J: Well, anyway – how much of that unshockingness is our becoming inured to what would previously have been shocking? There’s never been a president, or any politician really, who flouted the established norms of political behavior the way Trump does. It’s become almost expected that Trump will not only do the wrong thing, but he will do it in the way that is calculated to cause the maximum amount of turmoil. It’s as if he thrives on chaos, and perhaps he does. It’s no way to run a railroad though, much less a country.
T: The perception of Trump is shocking, because our bundles expect political leaders to act a certain way. I used to yell at the computer screen during 538 podcasts because Harry Enten kept insisting that Trump would learn how to act presidential and pivot. You can scour our blog, and you’ll find all sorts of examples of me calling people out for predicting anything from Trump beyond what he’s always been.

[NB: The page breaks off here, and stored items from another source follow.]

"""Longest runs and rows as built, against path enumeration by networkx."""

from __future__ import annotations

import networkx as nx
from handmade import SLUICE_DESIGN, SLUICE_FACTS, SLUICE_JOB
from hypothesis import given, settings
from hypothesis import strategies as st

from contactlogic.design import Bound, Design
from contactlogic.network import Network, Pole
from contactlogic.report.facts import (
    Run,
    constant,
    free_cells,
    free_on,
    longest_runs,
    on_at_rest,
)


def _design(network: Network) -> Design:
    return Design("ladder", network, Bound(0, False), 1 << len(network.relays))


def _oracle(network: Network, load: str) -> int:
    """Every simple path of the multigraph; the longest whose contacts agree with each other."""
    target = network.loads[load]
    if target is None or target == network.supply:
        return 0
    graph = nx.MultiGraph()
    graph.add_nodes_from(network.nets())
    for pole in network.poles:
        if pole.make is not None:
            graph.add_edge(pole.common, pole.make, literal=(pole.relay, 1))
        if pole.break_ is not None:
            graph.add_edge(pole.common, pole.break_, literal=(pole.relay, 0))
    best = 0
    for path in nx.all_simple_edge_paths(graph, network.supply, target):
        literals = {graph.edges[edge]["literal"] for edge in path}
        if len({relay for relay, _ in literals}) == len(literals):
            best = max(best, len(path))
    return best


@st.composite
def networks(draw: st.DrawFn) -> Network:
    """Any wiring of up to seven poles over six nets: bridges, loops and dead ends included."""
    relays = ("A", "B", "C", "D")
    nets = ["L", "n1", "n2", "n3", "n4", "n5"]
    net = st.sampled_from(nets)
    poles: list[Pole] = []
    for relay in relays:
        for number in range(1, draw(st.integers(0, 2)) + 1):
            common, make = draw(net), draw(st.none() | net)
            break_ = draw(net) if make is None else draw(st.none() | net)
            poles.append(Pole(relay, number, common, make, break_))
    loads = {name: draw(st.none() | net) for name in ("X", "Y")}
    return Network(relays, "L", loads, tuple(poles))


@given(networks())
@settings(max_examples=300, deadline=None)
def test_longest_run_is_the_longest_consistent_simple_path(network: Network) -> None:
    runs = longest_runs(network)
    assert runs == {load: Run(_oracle(network, load)) for load in network.loads}


def test_longest_run_of_a_parity_chain() -> None:
    """Odd parity of n relays as the chain of 2(n-1) changeovers: every path has n contacts."""
    n = 12
    relays = tuple(f"K{i}" for i in range(n))
    poles = [Pole("K0", 1, "L", "o0", "e0")]
    for i in range(1, n - 1):
        poles += [
            Pole(f"K{i}", 1, f"o{i - 1}", f"e{i}", f"o{i}"),
            Pole(f"K{i}", 2, f"e{i - 1}", f"o{i}", f"e{i}"),
        ]
    poles.append(Pole(f"K{n - 1}", 1, "z", f"e{n - 2}", f"o{n - 2}"))
    network = Network(relays, "L", {"ODD": "z"}, tuple(poles))
    assert longest_runs(network) == {"ODD": Run(n)}


def test_a_run_out_of_work_says_so() -> None:
    run = longest_runs(SLUICE_DESIGN.network, work=1)["LAMP"]
    assert not run.exact
    assert str(run).startswith("at least ")


def test_constant_loads_have_no_contacts_in_series() -> None:
    network = Network(("A",), "L", {"ON": "L", "OFF": None}, ())
    assert longest_runs(network) == {"ON": Run(0), "OFF": Run(0)}


def test_constants_are_named() -> None:
    assert constant(0, 2) == "never on"
    assert constant(0b1111, 2) == "always on"
    assert constant(0b0111, 2) is None


def test_rest_and_free_cells_of_the_sluice() -> None:
    tables = dict(SLUICE_FACTS.tables)
    assert tables == {"LAMP": 0b1111_0010, "HORN": 0b0100_0100}
    assert on_at_rest(tables) == ()
    assert on_at_rest({"A": 0b01, "B": 0b10}) == ("A",)
    assert free_cells(SLUICE_JOB) == 3
    assert free_on(SLUICE_JOB, tables) == {6: {"HORN": "free"}}
    assert free_on(SLUICE_JOB, {"LAMP": 0b1000, "HORN": 0b1000}) == {
        3: {"LAMP": "unlisted", "HORN": "unlisted"}
    }
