"""Papers for the bench: fittings wired and listed, counts that fit, hostile text kept as text."""

from __future__ import annotations

import csv
import dataclasses
import io
import json
from collections import Counter
from decimal import Decimal
from pathlib import Path

import openpyxl
import pytest
from handmade import SLUICE_DESIGN, SLUICE_JOB, SLUICE_NETWORK, SLUICE_RESULT
from hypothesis import given, settings
from hypothesis import strategies as st
from strategies import networks

from contactlogic.design import Bound, Design, Result
from contactlogic.job.model import Bench, Fittings, Job, Load, Position, Supply
from contactlogic.network import Network, Pole
from contactlogic.purchase.fittings import fittings_of
from contactlogic.purchase.parts import Contacts, Part, PartsList
from contactlogic.purchase.schedule import Drawer, schedule_of
from contactlogic.report.bench import (
    Bought,
    bench_files,
    bought_for,
    points,
    terminals_csv,
    tick_list,
    wire_list,
    wiring_xlsx,
)
from contactlogic.report.markdown import report
from contactlogic.report.purchase import (
    purchase_csv,
    purchase_json,
    purchase_markdown,
    purchase_text,
)
from contactlogic.report.wiring import conductors, rail_terminals
from contactlogic.trace import Known, circuit_of, read_wires, trace
from contactlogic.truth import Target, all_rows

FITTED = dataclasses.replace(
    SLUICE_JOB,
    bench=Bench(
        {
            "LAMP": Fittings(fuse="T 500 mA", suppression="varistor"),
            "HORN": Fittings("1 A", "diode", "470 uF", "100 ohm"),
        }
    ),
)


def ends(job: Job, net: int) -> list[str]:
    found: dict[str, None] = {}
    for wire in conductors(SLUICE_DESIGN, job):
        if wire.net == net:
            found |= dict.fromkeys((wire.start, wire.end))
    return list(found)


def test_fittings_stand_in_the_wiring_list() -> None:
    assert ends(FITTED, 5) == ["DOWN:24", "HORN/fuse:1"]
    assert ends(FITTED, 6) == [
        *("rail:0 V", "LAMP:X2", "LAMP/varistor:2"),
        *("HORN:X2", "HORN/hold:-", "HORN/diode:A"),
    ]
    assert [ends(FITTED, net) for net in (7, 8, 9)] == [
        ["LAMP/fuse:2", "LAMP/varistor:1", "LAMP:X1"],
        ["HORN/fuse:2", "HORN/series:1", "HORN/diode:K", "HORN:X1"],
        ["HORN/series:2", "HORN/hold:+"],
    ]
    plain = [(c.net, c.start, c.end) for c in conductors(SLUICE_DESIGN, SLUICE_JOB)]
    assert not [row for row in plain if "/" in row[1] + row[2]]


def test_polarity_follows_the_feed() -> None:
    job = dataclasses.replace(FITTED, supply=Supply("-48 V", "earth"))
    assert "HORN/hold:+" in ends(job, 6)
    assert "HORN/diode:K" in ends(job, 6)
    assert "negative rail" in tick_list(wire_list(SLUICE_DESIGN, job))


def test_a_resistor_without_a_capacitor_is_in_series_with_the_coil() -> None:
    job = dataclasses.replace(SLUICE_JOB, bench=Bench({"HORN": Fittings(series="47 ohm")}))
    assert ends(job, 5) == ["DOWN:24", "HORN/series:1"]
    assert ends(job, 7) == ["HORN/series:2", "HORN:X1"]


def test_fittings_stand_in_the_purchase() -> None:
    part = Part("relay", Contacts(c=2), None, None, Decimal(3))
    schedule = schedule_of(SLUICE_DESIGN, parts_of(part), job=FITTED)
    rows = list(csv.DictReader(io.StringIO(purchase_csv(schedule, "Sluice house"))))
    bought = {row["part"]: (row["bought"], row["price"]) for row in rows}
    assert bought["relay"] == ("3", "9.00")
    assert bought["fuse T 500 mA"] == ("1", "")
    assert bought["capacitor 470 uF"] == ("1", "")
    assert "resistor 100 ohm" in purchase_text([schedule], "Sluice house", width=None)
    (data,) = json.loads(purchase_json([schedule], "Sluice house"))["designs"]
    assert {"part": "suppression", "value": "diode", "number": 1, "for": ["HORN"]} in data[
        "fittings"
    ]
    assert any("| varistor | 1 | LAMP |" in line for line in purchase_markdown(schedule))


def test_what_is_to_be_bought_at_loads() -> None:
    job = dataclasses.replace(
        FITTED, bench=Bench({**FITTED.bench.fittings, "BELL": Fittings(fuse="1 A")})
    )
    rows = [(b.part, b.value, b.loads) for b in fittings_of(job)]
    assert ("fuse", "1 A", ("HORN", "BELL")) in rows
    assert ("capacitor", "470 uF", ("HORN",)) in rows


@given(networks(relays=3, poles=6, nets=5, loads=3), st.integers(2, 3), st.booleans(), st.data())
@settings(max_examples=40)
def test_counts_fit_and_the_list_traces_back(tmp_path_factory, network, most, placed, data):
    """Whatever is fitted and wherever things sit, each load does what its network does."""
    n = len(network.relays)
    fittings = {
        load: Fittings(
            *(
                data.draw(st.none() | st.just(value))
                for value in ("2 A", "diode", "100 uF", "10 ohm")
            )
        )
        for load in network.loads
    }
    position = st.builds(Position, st.integers(0, 3), st.integers(0, 3))
    seats = {name: data.draw(position) for name in (*network.relays, *network.loads) if placed}
    loads = tuple(Load(name, Target(n, 0, all_rows(n))) for name in network.loads)
    job = Job("t", network.relays, loads, all_rows(n), bench=Bench(fittings, seats))
    design = Design("bridge", network, Bound(0, False), 0)
    wires = wire_list(design, job, per_terminal=most)
    counted = Counter(end for w in wires.conductors for end in (w.start, w.end))
    listed = {p.terminal: p.wires for p in points(wires) if p.owner != "rail"}
    rails = rail_terminals(job)
    assert listed == {t: counted[t] for t in listed}
    assert set(counted) - set(rails) <= set(listed)
    assert not counted or max(counted.values()) <= most
    folder = tmp_path_factory.mktemp("list")
    (folder / "wiring.xlsx").write_bytes(wiring_xlsx(wires))
    if rails[0] not in counted:
        return
    known = Known(network.relays, tuple(network.loads), rails=rails)
    found = trace(circuit_of(read_wires(folder / "wiring.xlsx"), known), None, known)
    plain = Job("t", network.relays, loads, all_rows(n))
    (folder / "plain.xlsx").write_bytes(wiring_xlsx(wire_list(design, plain)))
    again = trace(circuit_of(read_wires(folder / "plain.xlsx"), known), None, known)
    assert {x.name: x.table for x in found.loads} == {x.name: x.table for x in again.loads}
    shorted = {load for load, net in network.loads.items() if net == network.supply}
    assert not found.turned or shorted


def test_each_terminal_is_counted_unwired_ones_too() -> None:
    rows = list(csv.reader(io.StringIO(terminals_csv(wire_list(SLUICE_DESIGN, SLUICE_JOB)))))
    assert rows[0] == ["of", "terminal", "use", "net", "wires", "pin", "design"]
    found = {row[1]: tuple(row[2:5]) for row in rows[1:]}
    assert found["UP:11"] == ("common", "1", "2")
    assert found["DOWN:14"] == ("make", "", "0")
    assert found["LAMP:X2"] == ("load", "6", "2")


def test_repeaters_have_their_coils_in_parallel() -> None:
    network = Network(
        ("A", "A_2"),
        "L",
        {"A": "n1", "Z": "n1"},
        (Pole("A", 1, "L", None, "n2"), Pole("A_2", 1, "n2", None, "n1")),
    )
    loads = (Load("A", Target(1, 1), "coil"), Load("Z", Target(1, 1)))
    job = Job("ring", ("A",), loads, 3)
    design = Design("ladder", network, Bound(1, False), 2)
    wires = wire_list(design, job, repeaters={"A_2": "A"})
    nets = [set(terminals) for terminals in wires.nets.values()]
    assert {"A_2:14", "A_2:12", "A:A1", "A_2:A1", "Z:X1"} - {"A_2:14"} in nets
    assert any({"A:A2", "A_2:A2", "Z:X2"} <= net for net in nets)


def parts_of(*parts: Part) -> Drawer:
    return Drawer(PartsList("drawer", parts))


def test_pins_and_ratings_come_from_what_is_bought() -> None:
    pins = {"11": "9", "12": "1", "14": "5", "21": "12", "22": "4", "24": "8"}
    part = Part("relay", Contacts(c=2), None, Decimal("0.1"), Decimal(3), None, pins)
    strong = dataclasses.replace(part, name="strong", amps=Decimal(2), price=Decimal(9))
    schedule = schedule_of(SLUICE_DESIGN, parts_of(part, strong), job=SLUICE_JOB)
    bought = bought_for(schedule)
    assert bought.amps["UP", 1] == 2  # LAMP draws 0.2 A
    text = tick_list(wire_list(SLUICE_DESIGN, SLUICE_JOB, bought=bought))
    assert "| UP:11 (pin 9) |" in text
    assert "within its rating" in text
    weak = Bought(amps={("UP", 1): Decimal("0.1")})
    assert "exceeds its rating" in tick_list(wire_list(SLUICE_DESIGN, SLUICE_JOB, bought=weak))


HOSTILE = '=HYPERLINK("http://x","y") <script>alert(1)</script> \\ | `' + "x" * 300


def test_hostile_text_stays_text(tmp_path: Path) -> None:
    job = dataclasses.replace(FITTED, title=HOSTILE, supply=Supply("=1+1<b>", '"0"|'))
    pins = {"UP": {"11": "=2+2"}}
    wires = wire_list(SLUICE_DESIGN, job, bought=Bought(pins))
    for name, data in bench_files(wires).items():
        (tmp_path / name).write_bytes(data)
    for name in ("wiring.csv", "terminals.csv"):
        for row in csv.reader(io.StringIO((tmp_path / name).read_text())):
            assert not [cell for cell in row if cell.startswith(("=", "+", "-", "@"))]
    book = openpyxl.load_workbook(tmp_path / "wiring.xlsx")
    kinds = {cell.data_type for sheet in book for row in sheet.iter_rows() for cell in row}
    assert "f" not in kinds
    assert any(cell.value == "=2+2" for row in book["wires"].iter_rows() for cell in row)
    text = (tmp_path / "ticklist.md").read_text()
    assert "<script>" not in text.replace("\\<script\\>", "")
    assert "<b>" not in text.replace("\\<b\\>", "")
    result = Result(job, (SLUICE_DESIGN,), job.relays)
    assert "<script>" not in report(result, [_facts()]).replace("\\<script\\>", "")


def _facts():
    from handmade import SLUICE_FACTS

    return SLUICE_FACTS


def test_the_same_workbook_every_time() -> None:
    wires = wire_list(SLUICE_DESIGN, FITTED)
    assert wiring_xlsx(wires) == wiring_xlsx(wires)


def test_the_report_names_fittings_where_there_are_some() -> None:
    fitted = report(dataclasses.replace(SLUICE_RESULT, job=FITTED), [_facts()])
    assert "- fitted at HORN: fuse 1 A, series 100 ohm, hold 470 uF, diode\n" in fitted
    assert "- fitted at " not in report(SLUICE_RESULT, [_facts()])


@pytest.mark.parametrize("per_terminal", [2, 3])
def test_length_is_told_where_all_positions_are_known(per_terminal: int) -> None:
    seats = {name: Position(1, i) for i, name in enumerate(SLUICE_NETWORK.relays)}
    seats |= {"LAMP": Position(3, 0), "HORN": Position(3, 1)}
    bench = Bench({}, seats, Position(0, 0), Position(4, 0))
    job = dataclasses.replace(SLUICE_JOB, bench=bench)
    wires = wire_list(SLUICE_DESIGN, job, per_terminal=per_terminal)
    assert wires.length is not None
    assert f"length of all wires: {wires.length:g} steps" in tick_list(wires)
    part = dataclasses.replace(job, bench=Bench({}, seats))
    assert "length of all wires: not given" in tick_list(wire_list(SLUICE_DESIGN, part))
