"""design.json: the contract to the letter, read back, and what is said of files that break it."""

from __future__ import annotations

import json
from collections.abc import Callable
from copy import deepcopy
from dataclasses import replace
from typing import Any

import pytest
from hypothesis import given
from hypothesis import strategies as st
from strategies import networks

from contactlogic.check import verify
from contactlogic.design import Bound, Design, Result
from contactlogic.errors import DesignFileError
from contactlogic.job.model import Job, Load
from contactlogic.network import Network, Pole
from contactlogic.report.designfile import DesignFile, design_json, dumps, read_design
from contactlogic.truth import Target, all_rows

RELAYS = ("UP", "DOWN", "FLOOD")
NETWORK = Network(
    RELAYS,
    "L",
    {"LAMP": "n1", "HORN": None},
    (Pole("UP", 1, "L", "n2", "n3"), Pole("DOWN", 1, "n1", "n3", "n2")),
)
JOB = Job(
    "Sluice house »2«",
    RELAYS,
    (Load("LAMP", Target(3, 0b01100110)), Load("HORN", Target(3, 0))),
    all_rows(3),
)
RESULT = Result(JOB, (Design("ladder", NETWORK, Bound(2, True), 8),), RELAYS)


def test_the_text_is_golden():
    assert dumps(RESULT) == (
        r"""{
 "schema": "contactlogic/design/1",
 "title": "Sluice house \u00bb2\u00ab",
 "relays": [
  "UP",
  "DOWN",
  "FLOOD"
 ],
 "repeaters": {},
 "designs": [
  {
   "form": "ladder",
   "fingerprint": "FINGER",
   "supply": "L",
   "loads": {
    "LAMP": "n1",
    "HORN": null
   },
   "contacts": [
    {
     "relay": "UP",
     "pole": 1,
     "common": "L",
     "make": "n2",
     "break": "n3"
    },
    {
     "relay": "DOWN",
     "pole": 1,
     "common": "n1",
     "make": "n3",
     "break": "n2"
    }
   ],
   "changeovers": 2,
   "per_relay": {
    "UP": {
     "poles": 1,
     "makes": 0,
     "breaks": 0,
     "changeovers": 1
    },
    "DOWN": {
     "poles": 1,
     "makes": 0,
     "breaks": 0,
     "changeovers": 1
    },
    "FLOOD": {
     "poles": 0,
     "makes": 0,
     "breaks": 0,
     "changeovers": 0
    }
   },
   "bound": {
    "at_least": 2,
    "proven_minimum": true
   },
   "verified_rows": 8
  }
 ]
}
""".replace("FINGER", RESULT.designs[0].fingerprint)
    )


@given(networks(), st.text(), st.booleans())
def test_what_is_written_is_read_back(network, title, proven):
    poles = len(network.poles)
    design = Design("bridge", network, Bound(poles, proven), 2 ** len(network.relays))
    result = Result(replace(JOB, title=title), (design, design), network.relays)
    assert read_design(dumps(result)) == DesignFile(title, network.relays, {}, (design, design))


@given(networks(), st.data())
def test_order_gaps_and_foreign_keys_are_taken_as_they_are(network, data):
    result = Result(JOB, (Design("bridge", network, Bound(0, False), 1),), network.relays)
    file: dict[str, Any] = json.loads(dumps(result))
    file["designs"][0]["drawn_by"] = "someone"
    contacts = data.draw(st.permutations(file["designs"][0]["contacts"]))
    for contact in contacts:
        contact["pole"] = contact["pole"] * 3 + 1
    file["designs"][0]["contacts"] = contacts
    read = read_design(json.dumps(file)).designs[0]
    read.network.assert_consistent()
    expected = tuple(replace(pole, number=pole.number * 3 + 1) for pole in network.poles)
    assert read.network == replace(network, poles=expected)
    assert bool(read.notes) == bool(network.poles)  # other pole numbers, another fingerprint


def test_a_file_is_read_from_disk_and_proved(tmp_path):
    path = tmp_path / "design.json"
    path.write_text("\ufeff" + dumps(RESULT), encoding="utf-8")
    for source in (path, str(path)):
        file = read_design(source)
        assert file.relays == RELAYS
        assert verify(file.designs[0], JOB, repeaters=file.repeaters).ok


def test_repeaters_are_read():
    repeated = replace(
        NETWORK,
        relays=(*RELAYS, "UP_R"),
        poles=(Pole("DOWN", 1, "n1", "n3", "n2"), Pole("UP_R", 1, "L", "n2", "n3")),
    )
    result = Result(
        JOB,
        (Design("ladder", repeated, Bound(2, True), 8),),
        repeated.relays,
        {"UP_R": "UP"},
    )
    file = read_design(dumps(result))
    assert file.repeaters == {"UP_R": "UP"}
    assert verify(file.designs[0], JOB, repeaters=file.repeaters).ok


def broken(change: Callable[[dict[str, Any], dict[str, Any]], object]) -> str:
    """The message for a good file with one change; `change` gets the file and its design."""
    file = deepcopy(design_json(RESULT))
    change(file, file["designs"][0])
    with pytest.raises(DesignFileError) as caught:
        read_design(json.dumps(file))
    return str(caught.value)


@pytest.mark.parametrize(
    ("change", "message"),
    [
        (
            lambda file, _: file.update(schema="contactlogic/design/2"),
            'schema: is "contactlogic/design/2"\n  expected: "contactlogic/design/1"',
        ),
        (
            lambda file, _: file.pop("schema"),
            'schema: is missing\n  expected: "contactlogic/design/1"',
        ),
        (lambda file, _: file.pop("title"), "title: is missing\n  expected: a text"),
        (
            lambda file, _: file.update(relays="UP"),
            'relays: is "UP"\n  expected: a list of relay names',
        ),
        (lambda file, _: file["relays"].append(7), "relays[3]: is 7\n  expected: a relay name"),
        (lambda file, _: file["relays"].append("UP"), "relays[3]: UP is named twice"),
        (
            lambda file, _: file.update(repeaters={"UP2": "UP"}),
            "repeaters.UP2: there is no relay UP2\n  expected: one of `relays`\n  did you mean UP?",
        ),
        (
            lambda file, _: file.update(repeaters={"UP": "DOWN", "FLOOD": "UP"}),
            "repeaters.FLOOD: follows UP, itself a repeater\n  expected: a relay",
        ),
        (lambda file, _: file.update(designs={}), "designs: is {}\n  expected: a list of designs"),
        (
            lambda _, design: design.update(form="chain"),
            'designs[0].form: is "chain"\n  expected: "ladder" or "bridge"',
        ),
        (
            lambda _, design: design["loads"].update(form=3),
            "designs[0].loads.form: is 3\n  expected: the name of a net, or null",
        ),
        (
            lambda _, design: design["loads"].update({"": "n1"}),
            'designs[0].loads.: is ""\n  expected: a name',
        ),
        (
            lambda _, design: design["contacts"][1].update(make=4),
            "designs[0].contacts[1].make: is 4\n  expected: the name of a net, or null",
        ),
        (
            lambda _, design: design["contacts"][1].pop("break"),
            "designs[0].contacts[1].break: is missing\n  expected: the name of a net, or null",
        ),
        (
            lambda _, design: design["contacts"][1].update(common=None),
            "designs[0].contacts[1].common: is null\n  expected: the name of a net",
        ),
        (
            lambda _, design: design["contacts"][0].update(pole=0),
            "designs[0].contacts[0].pole: is 0\n  expected: a whole number from 1",
        ),
        (
            lambda _, design: design["contacts"][0].update(pole=True),
            "designs[0].contacts[0].pole: is true\n  expected: a whole number from 1",
        ),
        (
            lambda _, design: design["contacts"][0].update(make=None, **{"break": None}),
            "designs[0].contacts[0]: has only its common wired\n  expected: a net at make or break",
        ),
        (
            lambda _, design: design["contacts"][0].update(relay="DOWN"),
            "designs[0].contacts[1]: DOWN pole 1 is already used by contacts[0]\n"
            "  expected: each pole of a relay once",
        ),
        (
            lambda _, design: design["contacts"][0].update(relay="FLOD"),
            "designs[0].contacts[0].relay: there is no relay FLOD\n"
            "  expected: one of `relays`\n  did you mean FLOOD?",
        ),
        (
            lambda _, design: design.update(changeovers=3),
            "designs[0].changeovers: is 3\n  expected: 2, as in contacts",
        ),
        (
            lambda _, design: design["per_relay"]["UP"].update(makes=1),
            "designs[0].per_relay.UP.makes: is 1\n  expected: 0, as in contacts",
        ),
        (
            lambda _, design: design["per_relay"].pop("UP"),
            "designs[0].per_relay.UP: is missing\n  expected: counts, since UP has contacts",
        ),
        (
            lambda _, design: design["per_relay"].update(TIDE=design["per_relay"]["UP"]),
            "designs[0].per_relay.TIDE: there is no relay TIDE\n  expected: one of `relays`",
        ),
        (
            lambda _, design: design["per_relay"].update(UP=1),
            "designs[0].per_relay.UP: is 1\n"
            "  expected: an object with poles, makes, breaks and changeovers",
        ),
        (
            lambda _, design: design["bound"].update(at_least=3),
            "designs[0].bound.at_least: is 3\n  expected: at most 2, since so many poles do",
        ),
        (
            lambda _, design: design["bound"].update(proven_minimum="yes"),
            'designs[0].bound.proven_minimum: is "yes"\n  expected: true or false',
        ),
        (
            lambda _, design: design.update(verified_rows=8.5, supply=""),
            'designs[0].supply: is ""\n  expected: the name of a net\n  (1 more like this)',
        ),
    ],
)
def test_what_breaks_the_contract_is_said_with_its_place(change, message):
    assert broken(change) == message


def test_a_relay_without_contacts_may_be_left_out_of_the_counts():
    file = deepcopy(design_json(RESULT))
    del file["designs"][0]["per_relay"]["FLOOD"]
    assert read_design(json.dumps(file)).designs == RESULT.designs


@pytest.mark.parametrize(
    ("text", "message"),
    [
        (
            '{\n "schema": }',
            'line 2: not JSON: Expecting value\n     "schema": }\n               ^',
        ),
        ('{"title": 1, "title": 2}', "key title stands twice in one object"),
        ('{"a": ' + "[" * 60_000, "not JSON that can be read"),
        ('{"a": ' + "9" * 6_000 + "}", "not JSON that can be read"),
    ],
)
def test_text_that_is_not_json(text, message):
    with pytest.raises(DesignFileError) as caught:
        read_design(text)
    assert str(caught.value).startswith(message)


def test_files_that_cannot_be_read(tmp_path):
    for content, message in [
        (None, "No such file or directory"),
        (b"\xff\xfe{", "not a text file"),
        (b"[1, 2]", "not a design file"),
        (b"", "line 1: not JSON: Expecting value"),
    ]:
        path = tmp_path / "design.json"
        if content is not None:
            path.write_bytes(content)
        with pytest.raises(DesignFileError) as caught:
            read_design(path)
        assert message in str(caught.value)
        assert str(caught.value).startswith(str(path))
    with pytest.raises(DesignFileError):
        read_design(tmp_path)


@given(
    st.recursive(
        st.none() | st.booleans() | st.integers() | st.text(max_size=3),
        lambda inner: (
            st.lists(inner, max_size=3) | st.dictionaries(st.text(max_size=3), inner, max_size=3)
        ),
        max_leaves=6,
    ),
    st.data(),
)
def test_any_other_value_anywhere_is_refused_or_read_but_never_breaks(value, data):
    file: Any = deepcopy(design_json(RESULT))
    place = file
    while isinstance(place, dict | list) and place:
        keys = sorted(place) if isinstance(place, dict) else range(len(place))
        key = data.draw(st.sampled_from(list(keys)))
        if not isinstance(place[key], dict | list) or data.draw(st.booleans()):
            place[key] = value
            break
        place = place[key]
    try:
        read = read_design(json.dumps(file))
    except DesignFileError:
        return
    for design in read.designs:
        design.network.assert_consistent()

I’ve seen tons of people – you, for example – talk about Trump as if he thinks about the repercussions of his actions. But he doesn’t think about anything. He reacts to everything, and his instincts always take over.
J: No, Trump doesn’t think about the repercussions of his actions. He doesn’t think about how they fit into his grand strategy, because he HAS no grand strategy, unless “make as much money as possible off the government” is a strategy.
But I don’t think Trump is dumb. He’s a venal, pathological liar; he’s greedy, unprincipled and ideologically bankrupt. But he isn’t dumb. He was smart enough to convince the Joe Lunchbuckets of the Midwest that he was going to be their champion when he had no intention of helping them, and in fact was planning on actively hurting them with his tariffs.
He was smart enough to understand that sound bites are good enough, and to use all the free media he got to sneak in ahead of Clinton. He’s calculating and pretty much uncaring about anything that isn’t Trump-business related, but he’s not dumb.
T: I think you are still attributing conscious thought to what, for Trump, were instinctual actions, based on his lifetime bundle. Trump doesn’t calculate. I submit, with emphasis, that Trump has never demonstrated the capacity to calculate.
J: I’m heading for the kitchen. And I am going to will myself to choke down a chocolate donut.
T: I should go eat a Brussels sprout, just to prove I have free will.
But we both know that ain’t happening.